## Exercise aim:
Starting at the first line of the records below, transcribe each line exactly, ending with the line that contains "bond price of".

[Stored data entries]
>>>>>

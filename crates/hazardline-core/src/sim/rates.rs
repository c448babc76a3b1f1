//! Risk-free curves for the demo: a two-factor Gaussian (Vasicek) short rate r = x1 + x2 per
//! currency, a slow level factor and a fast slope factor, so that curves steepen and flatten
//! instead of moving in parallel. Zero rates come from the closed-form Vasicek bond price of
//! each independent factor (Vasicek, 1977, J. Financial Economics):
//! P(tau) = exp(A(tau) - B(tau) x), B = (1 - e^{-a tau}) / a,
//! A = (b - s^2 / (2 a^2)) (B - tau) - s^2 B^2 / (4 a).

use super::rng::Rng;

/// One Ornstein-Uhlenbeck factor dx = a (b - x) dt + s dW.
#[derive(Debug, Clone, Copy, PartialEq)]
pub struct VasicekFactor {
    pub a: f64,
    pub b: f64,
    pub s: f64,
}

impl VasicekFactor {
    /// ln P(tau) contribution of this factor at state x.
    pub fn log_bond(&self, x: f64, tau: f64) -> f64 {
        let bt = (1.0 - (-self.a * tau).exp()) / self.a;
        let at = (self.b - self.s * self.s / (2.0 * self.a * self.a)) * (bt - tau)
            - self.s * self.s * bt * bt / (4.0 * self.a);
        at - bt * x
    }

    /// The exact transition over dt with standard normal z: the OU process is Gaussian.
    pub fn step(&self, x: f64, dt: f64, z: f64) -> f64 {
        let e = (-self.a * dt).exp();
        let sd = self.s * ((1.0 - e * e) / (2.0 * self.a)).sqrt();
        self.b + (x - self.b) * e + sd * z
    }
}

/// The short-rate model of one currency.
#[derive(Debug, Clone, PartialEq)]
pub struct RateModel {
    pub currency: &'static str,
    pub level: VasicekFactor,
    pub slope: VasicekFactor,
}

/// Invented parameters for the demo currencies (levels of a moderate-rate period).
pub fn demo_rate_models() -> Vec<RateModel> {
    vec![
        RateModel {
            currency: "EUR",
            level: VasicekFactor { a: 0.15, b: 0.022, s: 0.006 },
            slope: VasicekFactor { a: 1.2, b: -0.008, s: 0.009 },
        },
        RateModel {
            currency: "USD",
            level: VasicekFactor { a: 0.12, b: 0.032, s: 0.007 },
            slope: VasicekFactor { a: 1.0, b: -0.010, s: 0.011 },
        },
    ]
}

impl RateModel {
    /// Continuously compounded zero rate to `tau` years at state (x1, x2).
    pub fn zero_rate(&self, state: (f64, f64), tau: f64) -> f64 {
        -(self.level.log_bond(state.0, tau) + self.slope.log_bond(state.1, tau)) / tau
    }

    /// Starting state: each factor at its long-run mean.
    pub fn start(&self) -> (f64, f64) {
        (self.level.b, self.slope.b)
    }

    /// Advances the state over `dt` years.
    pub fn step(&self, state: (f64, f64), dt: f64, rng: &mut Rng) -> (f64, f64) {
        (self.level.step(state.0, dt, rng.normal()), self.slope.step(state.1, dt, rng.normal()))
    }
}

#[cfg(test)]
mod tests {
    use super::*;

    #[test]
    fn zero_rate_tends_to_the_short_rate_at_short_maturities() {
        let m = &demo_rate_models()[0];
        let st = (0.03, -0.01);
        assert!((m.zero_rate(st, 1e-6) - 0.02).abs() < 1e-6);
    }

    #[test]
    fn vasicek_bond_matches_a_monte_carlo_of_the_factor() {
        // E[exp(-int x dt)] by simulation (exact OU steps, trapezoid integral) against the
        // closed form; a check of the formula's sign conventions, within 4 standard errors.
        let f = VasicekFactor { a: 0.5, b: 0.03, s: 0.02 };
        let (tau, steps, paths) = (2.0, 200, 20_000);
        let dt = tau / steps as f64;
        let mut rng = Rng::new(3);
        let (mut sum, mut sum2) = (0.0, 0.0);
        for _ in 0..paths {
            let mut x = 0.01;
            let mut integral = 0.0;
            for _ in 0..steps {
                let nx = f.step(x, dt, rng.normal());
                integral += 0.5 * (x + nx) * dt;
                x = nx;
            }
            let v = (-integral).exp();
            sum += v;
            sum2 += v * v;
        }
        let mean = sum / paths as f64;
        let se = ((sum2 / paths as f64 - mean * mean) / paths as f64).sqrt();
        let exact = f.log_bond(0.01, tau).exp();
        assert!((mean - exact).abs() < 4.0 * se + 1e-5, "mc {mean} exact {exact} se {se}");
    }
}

<<<<<

## Response to the task:
filename crates/hazardline-core/src/sim/rates.rs
repository c448babc76a3b1f1
//! Risk-free curves for the demo: a two-factor Gaussian (Vasicek) short rate r = x1 + x2 per
//! currency, a slow level factor and a fast slope factor, so that curves steepen and flatten
//! instead of moving in parallel. Zero rates come from the closed-form Vasicek bond price of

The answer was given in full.